American Kenpo and XMA do not mix! 
I really don't want to see this at the next tournament I am judging
I already get a lot of "XMA" and I really don't want to see it "American Kenpo'ised"
Please tell me you guys don't see this at tournaments where you are either...please!!!


[video=youtube_share;jIENm766dEQ]http://youtu.be/jIENm766dEQ[/video]


----------



## MJS (Mar 27, 2013)

To be honest, I wasn't impressed.


----------



## clfsean (Mar 27, 2013)

MJS said:


> To be honest, I wasn't impressed.



Me neither but that wasn't XMA in his defense. That was just poorly performed trying to be "showy",


----------



## SahBumNimRush (Mar 27, 2013)

I agree, nothing "Xtreme" about that (i.e. no gymnastics, crazy costumes, etc).  Although the last few seconds looked like something from west side story.. . 

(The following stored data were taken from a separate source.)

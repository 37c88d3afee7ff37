// One well of the plate map, drawn in SVG and memoised: a paint re-renders only the wells whose
// assignment or selection changed. Shape and letter say the role; the fill colour says the pH.
import { memo } from 'react';
import type { WellAssignment } from '@shared/plate-map/schema';
import { inkOnPh, phColor } from '@/components/ui/ph-scale';
import { roleKeys, wellRoleLabels } from '../utils/roles';

export type WellCellProps = {
  id: string;
  name: string;
  x: number;
  y: number;
  w: number;
  h: number;
  well: WellAssignment | undefined;
  tag: string | null;
  variantName: string | null;
  selected: boolean;
  cursor: boolean;
  highlighted: boolean;
  compact: boolean;
};

const INK = '#1b2224';
const MUTED = '#4f5a5c';
const EMPTY_STROKE = '#b9c1bd';
const NO_PH = '#9aa3a1';

export function describeWell(
  name: string,
  well: WellAssignment | undefined,
  variantName: string | null,
): string {
  if (!well) return `${name}, no role`;
  const parts = [name, wellRoleLabels[well.role]];
  if (variantName) parts.push(variantName);
  if (well.pH != null) parts.push(`pH ${well.pH}`);
  if (well.buffer) parts.push(well.buffer);
  if (well.replicate != null) parts.push(`replicate ${well.replicate}`);
  if (well.concentrationUm != null) parts.push(`${well.concentrationUm} µM`);
  return parts.join(', ');
}

function Shape({ well, cx, cy, r }: { well: WellAssignment | undefined; cx: number; cy: number; r: number }) {
  if (!well) return <circle cx={cx} cy={cy} r={r} fill="#ffffff" stroke={EMPTY_STROKE} />;
  const ph = well.pH == null ? NO_PH : phColor(well.pH);
  switch (well.role) {
    case 'sample':
      return <circle cx={cx} cy={cy} r={r} fill={ph} />;
    case 'blank':
      return <circle cx={cx} cy={cy} r={r - 1.5} fill="#ffffff" stroke={ph} strokeWidth={3} />;
    case 'buffer':
      return (
        <circle
          cx={cx}
          cy={cy}
          r={r - 1.5}
          fill="#ffffff"
          stroke={ph}
          strokeWidth={3}
          strokeDasharray="3.2 2.2"
        />
      );
    case 'standard':
      return (
        <rect
          x={cx - r}
          y={cy - r}
          width={2 * r}
          height={2 * r}
          rx={2}
          fill="#e4e8e6"
          stroke={well.pH == null ? MUTED : ph}
          strokeWidth={1.5}
        />
      );
    case 'unused': {
      const d = r * 0.62;
      return (
        <g>
          <circle cx={cx} cy={cy} r={r} fill="#eef0ee" stroke={EMPTY_STROKE} />
          <path
            d={`M${cx - d} ${cy - d}L${cx + d} ${cy + d}M${cx + d} ${cy - d}L${cx - d} ${cy + d}`}
            stroke={NO_PH}
            strokeWidth={1.2}
          />
        </g>
      );
    }
  }
}

function centreText(well: WellAssignment, tag: string | null, compact: boolean): string {
  if (well.role === 'sample') return tag ? (compact ? tag.slice(0, 4) : tag) : '?';
  if (well.role === 'standard' && well.concentrationUm != null && !compact)
    return String(well.concentrationUm);
  if (well.role === 'unused') return '';
  return roleKeys[well.role];
}

function WellCellImpl(props: WellCellProps) {
  const { id, name, x, y, w, h, well, tag, selected, cursor, highlighted, compact } = props;
  const cx = w / 2;
  const cy = h / 2;
  const r = Math.min(w, h) / 2 - (compact ? 1.5 : 3);
  const onFill = well?.role === 'sample' && well.pH != null ? inkOnPh(well.pH) : INK;
  const centre = well ? centreText(well, tag, compact) : '';
  return (
    <g
      role="gridcell"
      id={id}
      data-well={name}
      aria-label={describeWell(name, well, props.variantName)}
      aria-selected={selected}
      transform={`translate(${x},${y})`}
    >
      {selected && <rect x={0.5} y={0.5} width={w - 1} height={h - 1} fill="#acd5d0" />}
      <Shape well={well} cx={cx} cy={cy} r={r} />
      {centre && (
        <text
          x={cx}
          y={compact || well?.pH == null || well.role === 'standard' ? cy + 3.5 : cy + 1}
          textAnchor="middle"
          fontSize={compact ? 8 : centre.length > 5 ? 9 : 10.5}
          fontWeight={600}
          fill={onFill}
        >
          {centre}
        </text>
      )}
      {!compact && well && well.pH != null && well.role !== 'standard' && (
        <text x={cx} y={cy + 11.5} textAnchor="middle" fontSize={8.5} fill={onFill}>
          {well.pH.toFixed(well.pH * 10 === Math.round(well.pH * 10) ? 1 : 2)}
        </text>
      )}
      {!compact && well?.replicate != null && (
        <text x={w - 3} y={9} textAnchor="end" fontSize={8.5} fill={MUTED}>
          {well.replicate}
        </text>
      )}
      {highlighted && (
        <rect
          x={1.5}
          y={1.5}
          width={w - 3}
          height={h - 3}
          fill="none"
          stroke="#a86d00"
          strokeWidth={2}
          strokeDasharray="4 2"
        />
      )}
      {cursor && <rect x={1} y={1} width={w - 2} height={h - 2} fill="none" stroke={INK} strokeWidth={2} />}
    </g>
  );
}

export const WellCell = memo(WellCellImpl);
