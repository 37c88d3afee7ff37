// The study's plates: format, reads, version and last change; open, import, rename, copy, delete.
import { createColumnHelper } from '@tanstack/react-table';
import { useMemo, type ReactNode } from 'react';
import { Link } from 'react-router';
import type { PlateSummary } from '@shared/schemas/plates-types';
import { Button } from '@/components/ui/button';
import { DataTable } from '@/components/ui/data-table';
import { formatDateTime } from '@/lib/format';

const column = createColumnHelper<PlateSummary>();

export type PlateListProps = {
  plates: PlateSummary[];
  plateHref: (plate: PlateSummary) => string;
  importHref: (plate: PlateSummary) => string;
  /** Given only when the plates may change (role and study status). */
  onCopy?: (plate: PlateSummary) => void;
  onRename?: (plate: PlateSummary) => void;
  onDelete?: (plate: PlateSummary) => void;
  toolbar?: ReactNode;
};

export function PlateList({ plates, plateHref, importHref, onCopy, onRename, onDelete, toolbar }: PlateListProps) {
  const columns = useMemo(
    () => [
      column.accessor('name', {
        header: 'Plate',
        cell: (c) => (
          <Link to={plateHref(c.row.original)} className="font-semibold text-accent-700 hover:underline">
            {c.getValue()}
          </Link>
        ),
      }),
      column.accessor('format', { header: 'Wells', meta: { numeric: true } }),
      column.accessor('readCount', { header: 'Reads', meta: { numeric: true } }),
      column.accessor('version', { header: 'Map version', meta: { numeric: true } }),
      column.accessor('updatedAt', {
        header: 'Last change',
        cell: (c) => <span className="tabular-nums">{formatDateTime(c.getValue())}</span>,
      }),
      column.display({
        id: 'actions',
        header: () => <span className="sr-only">Actions</span>,
        meta: { className: 'text-right whitespace-nowrap' },
        cell: ({ row }) => (
          <span className="inline-flex gap-1.5">
            {onCopy && (
              <Link
                to={importHref(row.original)}
                className="inline-flex h-7 items-center rounded border border-line-strong px-2.5 text-sm font-semibold hover:bg-canvas"
              >
                Import<span className="sr-only"> a reader file into {row.original.name}</span>
              </Link>
            )}
            {onRename && (
              <Button size="sm" onClick={() => onRename(row.original)}>
                Rename<span className="sr-only"> {row.original.name}</span>
              </Button>
            )}
            {onCopy && (
              <Button size="sm" onClick={() => onCopy(row.original)}>
                Copy map<span className="sr-only"> of {row.original.name}</span>
              </Button>
            )}
            {onDelete && (
              <Button size="sm" onClick={() => onDelete(row.original)}>
                Delete<span className="sr-only"> {row.original.name}</span>
              </Button>
            )}
          </span>
        ),
      }),
    ],
    [plateHref, importHref, onCopy, onRename, onDelete],
  );
  return (
    <DataTable
      data={plates}
      columns={columns}
      label="Plates of the study"
      getRowId={(p) => p.id}
      search={{ label: 'Search plates' }}
      toolbar={toolbar}
      empty="No plates yet. Create the first with “New plate”."
    />
  );
}
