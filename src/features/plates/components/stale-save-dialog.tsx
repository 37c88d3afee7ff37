// A save refused with 409: someone saved this plate since the editor opened it. Reload their
// version, optionally keeping ours in the clipboard (paste it back with Ctrl+V), or keep editing.
import { Button } from '@/components/ui/button';
import { Dialog } from '@/components/ui/dialog';

export type StaleSaveDialogProps = {
  open: boolean;
  message: string;
  busy?: boolean;
  onReload: (keepCopy: boolean) => void;
  onKeepEditing: () => void;
};

export function StaleSaveDialog({ open, message, busy, onReload, onKeepEditing }: StaleSaveDialogProps) {
  return (
    <Dialog
      open={open}
      onClose={onKeepEditing}
      title="Someone saved since"
      width="md"
      footer={
        <>
          <Button onClick={onKeepEditing}>Keep editing</Button>
          <Button busy={busy} onClick={() => onReload(false)}>
            Reload, drop my changes
          </Button>
          <Button variant="primary" busy={busy} onClick={() => onReload(true)}>
            Copy mine to the clipboard and reload
          </Button>
        </>
      }
    >
      <div className="space-y-2">
        <p>{message}</p>
        <p className="text-ink-muted">
          Reload to see the saved map. Your version can go to the clipboard first: after the reload, select
          the map and press Ctrl+V (⌘V) to put your version back, then save.
        </p>
      </div>
    </Dialog>
  );
}
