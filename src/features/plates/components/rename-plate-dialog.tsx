// A plate's new name (the map, its version and the reads stay as they are).
import { zodResolver } from '@hookform/resolvers/zod';
import { useState } from 'react';
import { useForm } from 'react-hook-form';
import type { z } from 'zod';
import { plateRenameSchema } from '@shared/schemas/plates';
import type { PlateSummary } from '@shared/schemas/plates-types';
import { Button } from '@/components/ui/button';
import { Dialog } from '@/components/ui/dialog';
import { TextField } from '@/components/ui/field';
import { Notice } from '@/components/ui/notice';
import { applyServerErrors } from '@/lib/form-errors';
import { useRenamePlate } from '../api/rename-plate';

type Values = z.input<typeof plateRenameSchema>;

export type RenamePlateDialogProps = {
  /** The plate to rename; null keeps the dialog closed. */
  plate: PlateSummary | null;
  onClose: () => void;
  onRenamed: (name: string) => void;
};

export function RenamePlateDialog({ plate, onClose, onRenamed }: RenamePlateDialogProps) {
  return plate ? <RenameForm key={plate.id} plate={plate} onClose={onClose} onRenamed={onRenamed} /> : null;
}

function RenameForm({ plate, onClose, onRenamed }: RenamePlateDialogProps & { plate: PlateSummary }) {
  const [formError, setFormError] = useState<string | null>(null);
  const form = useForm<Values, unknown, z.output<typeof plateRenameSchema>>({
    resolver: zodResolver(plateRenameSchema),
    defaultValues: { name: plate.name },
  });
  const rename = useRenamePlate({ onSuccess: ({ name }) => onRenamed(name) });
  const onSubmit = form.handleSubmit(({ name }) => {
    setFormError(null);
    if (name === plate.name) return onClose();
    rename.mutate(
      { plateId: plate.id, name },
      { onError: (error) => setFormError(applyServerErrors(error, form.setError, ['name'])) },
    );
  });
  return (
    <Dialog
      open
      onClose={onClose}
      title={`Rename ${plate.name}`}
      footer={
        <>
          <Button onClick={onClose}>Cancel</Button>
          <Button type="submit" form="rename-plate-form" variant="primary" busy={rename.isPending}>
            Rename
          </Button>
        </>
      }
    >
      <form id="rename-plate-form" onSubmit={onSubmit} noValidate className="space-y-3">
        {formError && <Notice tone="error">{formError}</Notice>}
        <TextField
          label="Plate name"
          autoFocus
          error={form.formState.errors.name?.message}
          {...form.register('name')}
        />
      </form>
    </Dialog>
  );
}
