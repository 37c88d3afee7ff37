// The editor's dialogs in one place: fill, pattern, templates, the refused save and the
// question before leaving with unsaved changes.
import type { Blocker } from 'react-router';
import type { PlateMap } from '@shared/plate-map/schema';
import { ConfirmDialog } from '@/components/ui/confirm-dialog';
import type { PlateStudyContext } from '../api/get-study-context';
import type { FillSeriesInput } from '../utils/fill-series';
import type { Cell } from '../utils/grid';
import type { PatternInput } from '../utils/replicate-pattern';
import { FillSeriesDialog } from './fill-series-dialog';
import { ReplicatePatternDialog } from './replicate-pattern-dialog';
import { StaleSaveDialog } from './stale-save-dialog';
import { ApplyTemplateDialog, SaveTemplateDialog } from './template-dialogs';
import { gridGeometry } from './plate-grid';

export type DialogName = 'fill' | 'pattern' | 'apply-template' | 'save-template';

export type EditorDialogsProps = {
  open: DialogName | null;
  onClose: () => void;
  format: 96 | 384;
  map: PlateMap;
  context: PlateStudyContext;
  start: Cell;
  selectionRows: number;
  selectionColumns: number;
  onFill: (input: FillSeriesInput) => void;
  onPattern: (input: PatternInput) => void;
  onApplyTemplate: (map: PlateMap, name: string) => void;
  stale: string | null;
  onReload: (keepCopy: boolean) => void;
  onKeepEditing: () => void;
  guard: Blocker;
};

export function EditorDialogs(p: EditorDialogsProps) {
  const columns = gridGeometry(p.format).columns;
  return (
    <>
      <FillSeriesDialog
        open={p.open === 'fill'}
        onClose={p.onClose}
        format={p.format}
        phPoints={p.context.phPoints}
        seriesName={p.context.seriesName}
        start={p.start}
        selectionRows={p.selectionRows}
        selectionColumns={p.selectionColumns}
        onFill={p.onFill}
      />
      <ReplicatePatternDialog
        open={p.open === 'pattern'}
        onClose={p.onClose}
        format={p.format}
        variants={p.context.variants}
        replicatesRequired={p.map.replicatesRequired}
        start={p.start}
        defaultLength={Math.min(columns - p.start.column, p.context.phPoints.length || columns)}
        onApply={p.onPattern}
      />
      <SaveTemplateDialog
        open={p.open === 'save-template'}
        onClose={p.onClose}
        teamId={p.context.teamId}
        format={p.format}
        map={p.map}
      />
      <ApplyTemplateDialog
        open={p.open === 'apply-template'}
        onClose={p.onClose}
        teamId={p.context.teamId}
        format={p.format}
        onApply={p.onApplyTemplate}
      />
      <StaleSaveDialog
        open={p.stale !== null}
        message={p.stale ?? ''}
        onReload={p.onReload}
        onKeepEditing={p.onKeepEditing}
      />
      <ConfirmDialog
        open={p.guard.state === 'blocked'}
        title="Leave without saving?"
        confirmLabel="Leave, drop changes"
        onConfirm={() => p.guard.proceed?.()}
        onCancel={() => p.guard.reset?.()}
      >
        <p>The plate map has changes that are not saved. Leaving drops them.</p>
      </ConfirmDialog>
    </>
  );
}
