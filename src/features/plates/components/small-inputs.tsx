// The small labelled inputs of the editor's fill and pattern dialogs: a well name, and a whole
// number of at least 1 (an empty or unreadable entry counts as 1).
import type { ReactNode } from 'react';

const input = 'h-8 w-20 rounded border border-line-strong bg-surface px-2';

export function WellInput({
  label,
  value,
  onChange,
}: {
  label: string;
  value: string;
  onChange: (v: string) => void;
}) {
  return (
    <label className="block">
      <span className="mb-0.5 block font-semibold">{label}</span>
      <input className={input} value={value} onChange={(e) => onChange(e.target.value)} />
    </label>
  );
}

export function CountInput({
  label,
  value,
  onChange,
  max = 24,
}: {
  label: ReactNode;
  value: number;
  onChange: (n: number) => void;
  max?: number;
}) {
  return (
    <label className="block">
      <span className="mb-0.5 block font-semibold">{label}</span>
      <input
        type="number"
        min={1}
        max={max}
        className={`${input} text-right`}
        value={value}
        onChange={(e) => onChange(Math.max(1, Number(e.target.value) || 1))}
      />
    </label>
  );
}
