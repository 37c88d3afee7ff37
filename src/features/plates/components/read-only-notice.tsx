import type { StudyStatus } from '@shared/schemas/studies';
import { Notice } from '@/components/ui/notice';

export type ReadOnlyNoticeProps = { status: StudyStatus; canWrite: boolean };

/** Why the map cannot be changed here. */
export function ReadOnlyNotice({ status, canWrite }: ReadOnlyNoticeProps) {
  if (!canWrite)
    return <Notice title="Read-only">Your role can look at plate maps but not change them.</Notice>;
  if (status === 'approved') {
    return (
      <Notice title="Read-only: the study is approved and locked">
        An admin can unlock it with a reason; then maps can change again.
      </Notice>
    );
  }
  return (
    <Notice title="Read-only: the study is in review">
      The map can change again once the lead returns the study.
    </Notice>
  );
}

However, I agree with the OP in that I don't wish to see XMA at my tournaments.


----------



## celtic_crippler (Mar 27, 2013)

No surprise...

Kenpo=Practical

XMA=Impractical


----------



## Blindside (Mar 27, 2013)

Yondanchris said:


> Title says it all
> 
> American Kenpo and XMA do not mix!
> I really don't want to see this at the next tournament I am judging
> ...



Looked more like a kenpo guy who "karatezied" his form to be able to compete in hard style Japanese/Korean forms divisions rather than an XMA division.

And no I didn't like it.


----------



## sfs982000 (Mar 27, 2013)

We have XMA at my school and I personally think it's a big waste of time.  It's not practical and honestly doesn't look that impressive to me.  Luckily the only ones that actually practice the XMA stuff is the young kids, I guess if it keeps them actively training and out of trouble more power to them.


----------



## Blindside (Mar 27, 2013)

I consider XMA to be the same type of thing as performance wushu.  Cool to look at, very athletic, and I would be perfectly happy with my kids doing it, but don't sell it as having a self-defense purpose.  My older son is in gymnastics, which I consider to be pretty much the same thing, he has fun, is learning to cool flips, is getting fit, and learning a good kinesthetic sense.  And to be honest, most of the "kiddie karate" that is out there, even if traditionally oriented, are really not teaching good self-defense skills anyway.  

The down side of participating in tournaments with XMA divisions is you get conversations like this:

my wife: "you should do a flip in form."
me: "no, I shouldn't."
my wife: "it would look cool"
me: "and silly, and in that division you apparently have to yell alot, strain like you are going to have an aneurysm, and pose like in a video game.'
my wife: "it would look cool"
me: "aarrgh."


----------